• Required work: Retype exactly the lines from the line with "export function dopingAt(i: number, n: number): number" to the end of the data, keeping both boundary lines.

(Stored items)
Content starts
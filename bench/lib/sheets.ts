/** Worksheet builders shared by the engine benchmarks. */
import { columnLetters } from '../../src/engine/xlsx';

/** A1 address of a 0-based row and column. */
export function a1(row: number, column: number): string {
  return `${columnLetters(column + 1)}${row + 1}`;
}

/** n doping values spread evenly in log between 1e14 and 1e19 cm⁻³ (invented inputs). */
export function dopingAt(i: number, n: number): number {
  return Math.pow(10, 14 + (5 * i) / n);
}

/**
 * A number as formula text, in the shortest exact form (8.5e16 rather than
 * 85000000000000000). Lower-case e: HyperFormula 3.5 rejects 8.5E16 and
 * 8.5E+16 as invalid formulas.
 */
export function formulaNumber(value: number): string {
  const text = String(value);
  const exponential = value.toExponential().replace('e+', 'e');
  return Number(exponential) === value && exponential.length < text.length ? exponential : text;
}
Content ends
• Answer for the task:
export function dopingAt(i: number, n: number): number {
  return Math.pow(10, 14 + (5 * i) / n);
}

/**
 * A number as formula text, in the shortest exact form (8.5e16 rather than
 * 85000000000000000). Lower-case e: HyperFormula 3.5 rejects 8.5E16 and
 * 8.5E+16 as invalid formulas.
 */
export function formulaNumber(value: number): string {
  const text = String(value);
  const exponential = value.toExponential().replace('e+', 'e');
  return Number(exponential) === value && exponential.length < text.length ? exponential : text;
}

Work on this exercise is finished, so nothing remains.